Max Verstappen aveva iniziato a dirlo nel giovedì dedicato alle interviste, appena arrivato a Suzuka, e da quel momento non ha più smesso: "Singapore è stata una parentesi, il resto sono stronz*ate". Nessuna paura Red Bull, nessuna preoccupazione per l'introduzione delle nuove direttive FIA che - secondo qualcuno - avrebbero messo in crisi il dominio della squadra, nessun dubbio sui risultati da portare a casa in Giappone: "Una gliela possiamo anche concedere - aveva detto Max ridendo - ma ora basta, torniamo a vincere noi".
E così è stato. Perché l'olandese d'oro di questa Formula 1 ha rimesso insieme le cose, ricostruendo il proprio dominio in pista con un weekend perfetto dal venerdì fino alla domenica, correndo come uno che se non corre muore. Come se lui, leader incontrastato di questi anni nella massima serie e di questa stagione che porta soltanto il suo nome, avesse bisogno di dimostrare ancora qualcosa. Ma è anche questo, Max Verstappen. Il nervosismo davanti alle domande dei giornalisti che, in assenza di un reale confronto in pista, cercano di strappargli storie e preoccupazioni, dubbi e domande.
Ma Max non cede, non arretra di un centimetro. Gli anni complessi della sua crescita, l'arrivo in Formula 1 a soli diciassette anni, le stagioni a combattere per emergere e la forza mentale dimostrata in un mondiale complesso come quello del 2021, ci hanno consegnato il Verstappen di oggi, un ragazzo che sa esattamente come muoversi nel mondo della velocità.
Suzuka è roba sua, ancora prima che della Red Bull. Il team con il successo di Max porta a casa il titolo costruttori, festeggiando sul podio con un Chris Horner particolarmente emozionato davanti al compimento di un miracolo sportivo realizzato quest'anno (con buona pace di tutti quelli che, per colpa di questo miracolo, si sono annoiati davanti alla televisione), ma è Max al centro della festa. Sergio Perez c'è ma in pista in Giappone si parla di lui soltanto per errori e incidenti, penalità e sostituzioni e, alla fine, per un ritiro obbligato.
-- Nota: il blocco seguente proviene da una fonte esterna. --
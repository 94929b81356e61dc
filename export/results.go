package export

import (
	"bufio"
	"encoding/json"
	"errors"
	"fmt"
	"io"
	"sort"
	"strings"
)

// The formats of the result documents the stages return, as package
// plugins/stage writes them: ResultFormat with its distributions as
// columns ("cp": {"x": […], "y": […], "cp": […]}, the points the cases
// share once in "cp_at"), ResultFormatV1 with every point an object.
// ReadResult reads both.
const (
	ResultFormat   = "foilwright.result/2"
	ResultFormatV1 = "foilwright.result/1"
)

// ErrNotResult means a document that is not a stage's result document.
var ErrNotResult = errors.New("export: not a foilwright result document")

// A Result is the part of one stage's result document for one section that
// the tables need: the cases, each an angle of attack with its lift and
// moment coefficients, self-checks and pressure distribution.
type Result struct {
	Section string // the section's name
	Stage   string // the stage that made it (its name as it answers)
	Version string
	Cases   []Case // failed cases (null in the document) left out
}

// A Case is the result at one angle of attack.
type Case struct {
	AlphaDeg float64            `json:"alpha_deg"`
	CL       float64            `json:"cl"`
	CMc4     float64            `json:"cm_c4"`
	Checks   map[string]float64 `json:"checks"`
	Cp       []CpPoint          `json:"cp"`
}

// A CpPoint is the pressure coefficient at a node (x, y in chord units).
type CpPoint struct {
	X  float64 `json:"x"`
	Y  float64 `json:"y"`
	Cp float64 `json:"cp"`
}

// ReadResult decodes a result document of the section called section, in
// either format; name names the document in errors. It returns an error
// wrapping ErrNotResult for anything else.
func ReadResult(data []byte, name, section string) (*Result, error) {
	type columns struct {
		X  []float64 `json:"x"`
		Y  []float64 `json:"y"`
		Cp []float64 `json:"cp"`
	}
	var doc struct {
		Format  string          `json:"format"`
		Stage   string          `json:"stage"`
		Version string          `json:"version"`
		CpAt    *columns        `json:"cp_at"`
		Cases   json.RawMessage `json:"cases"`
	}
	if err := json.Unmarshal(data, &doc); err != nil {
		return nil, fmt.Errorf("%s: %w: %v", name, ErrNotResult, err)
	}
	r := &Result{Section: section, Stage: doc.Stage, Version: doc.Version}
	switch doc.Format {
	case ResultFormatV1:
		var cases []*Case
		if len(doc.Cases) > 0 {
			if err := json.Unmarshal(doc.Cases, &cases); err != nil {
				return nil, fmt.Errorf("%s: %w: %v", name, ErrNotResult, err)
			}
		}
		for _, c := range cases {
			if c != nil {
				r.Cases = append(r.Cases, *c)
			}
		}
	case ResultFormat:
		var cases []*struct {
			Case
			Cp *columns `json:"cp"`
		}
		if len(doc.Cases) > 0 {
			if err := json.Unmarshal(doc.Cases, &cases); err != nil {
				return nil, fmt.Errorf("%s: %w: %v", name, ErrNotResult, err)
			}
		}
		for i, c := range cases {
			if c == nil {
				continue
			}
			out := c.Case
			if p := c.Cp; p != nil {
				xs, ys := p.X, p.Y
				if xs == nil && ys == nil && doc.CpAt != nil {
					xs, ys = doc.CpAt.X, doc.CpAt.Y
				}
				if len(xs) != len(p.Cp) || len(ys) != len(p.Cp) {
					return nil, fmt.Errorf("%s: %w: case %d: %d cp value(s) at %d x and %d y", name, ErrNotResult, i, len(p.Cp), len(xs), len(ys))
				}
				out.Cp = make([]CpPoint, len(p.Cp))
				for k := range p.Cp {
					out.Cp[k] = CpPoint{X: xs[k], Y: ys[k], Cp: p.Cp[k]}
				}
			}
			r.Cases = append(r.Cases, out)
		}
	default:
		return nil, fmt.Errorf("%s: %w: format %q, want %q or %q", name, ErrNotResult, doc.Format, ResultFormat, ResultFormatV1)
	}
	return r, nil
}

// csvField quotes s for CSV when it holds a comma, a quote or a line
// break (RFC 4180).
func csvField(s string) string {
	if strings.ContainsAny(s, ",\"\r\n") {
		return `"` + strings.ReplaceAll(s, `"`, `""`) + `"`
	}
	return s
}

// PolarCSV writes the polars of rs, one row per angle per stage per
// section: section, stage, alpha_deg, cl, cm_c4 and each self-check any
// of them reports (empty where a stage does not), after comment lines. It
// returns the first error of w.
func PolarCSV(w io.Writer, rs []*Result) error {
	checkSet := map[string]bool{}
	for _, r := range rs {
		for _, c := range r.Cases {
			for k := range c.Checks {
				checkSet[k] = true
			}
		}
	}
	checks := make([]string, 0, len(checkSet))
	for k := range checkSet {
		checks = append(checks, k)
	}
	sort.Strings(checks)
	bw := bufio.NewWriter(w)
	bw.WriteString("# polars written by foilwright: inviscid estimates, check them against test data\n")
	bw.WriteString("# alpha_deg in degrees, positive nose-up; cm_c4 about the quarter chord, positive nose-up\n")
	bw.WriteString("section,stage,alpha_deg,cl,cm_c4")
	for _, k := range checks {
		bw.WriteString("," + csvField(k))
	}
	bw.WriteString("\n")
	for _, r := range rs {
		for _, c := range r.Cases {
			fmt.Fprintf(bw, "%s,%s,%s,%s,%s", csvField(r.Section), csvField(r.Stage), num(c.AlphaDeg), num(c.CL), num(c.CMc4))
			for _, k := range checks {
				bw.WriteString(",")
				if v, ok := c.Checks[k]; ok {
					bw.WriteString(num(v))
				}
			}
			bw.WriteString("\n")
		}
	}
	return bw.Flush()
}

// CpCSV writes the pressure distributions of rs: one row per node per
// angle per stage per section, with section, stage, alpha_deg, x, y (chord
// units, the normalised frame) and cp, after comment lines. Stages that
// give no Cp add no rows. It returns the first error of w.
func CpCSV(w io.Writer, rs []*Result) error {
	bw := bufio.NewWriter(w)
	bw.WriteString("# pressure coefficients written by foilwright: inviscid estimates, check them against test data\n")
	bw.WriteString("# x, y in chord units (leading edge at 0,0, trailing edge at 1,0); cp = 1 - (V/Vinf)^2\n")
	bw.WriteString("section,stage,alpha_deg,x,y,cp\n")
	for _, r := range rs {
		for _, c := range r.Cases {
			for _, p := range c.Cp {
				fmt.Fprintf(bw, "%s,%s,%s,%s,%s,%s\n", csvField(r.Section), csvField(r.Stage), num(c.AlphaDeg), num(p.X), num(p.Y), num(p.Cp))
			}
		}
	}
	return bw.Flush()
}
L'olandese, subito dopo il crollo del messicano al centro di questa stagione, non aveva nascosto la propria indifferenza, spiegando che - visti i risultati e la superiorità della macchina - sarebbe riuscito a vincere il titolo costruttori anche da solo.
E se è vero che i punti portati a casa dal messicano sono stati fondamentali per raggiungere l'obiettivo già a Suzuka, a casa Honda, è altrettanto vero che anche da solo Verstappen avrebbe potuto chiudere l'anno con due mondiali tra le mani. Il secondo, quello piloti, potrebbe arrivare già durante la spint race del sabato in Qatar, durante il prossimo appuntamento con la Formula 1, mettendo definitivamente la parola fine su questo campionato senza rivali.
Verstappen bacia il suo ennesimo, strano, trofeo e ride guardando Chris Horner, sul podio con lui. C'è ammirazione, gratitudine e affetto, in quei sorrisi. C'è lo strano legame che unisce due uomini duri, spesso odiati, quasi sempre bruschi e intrattabili davanti alle telecamere. C'è il Max che in pochi vedono, annebbiati dalla patina che ricopre il campione distruttore, del ragazzo con il ghigno saccente di chi sa perfettamente dove si trova e perché è lì. C'è il ragazzo che tra pochi giorni compirà 26 anni, il bambino prodigio, il vero fautore di questa egemonia Red Bull. In una storia che porta solo e soltanto il suo nome.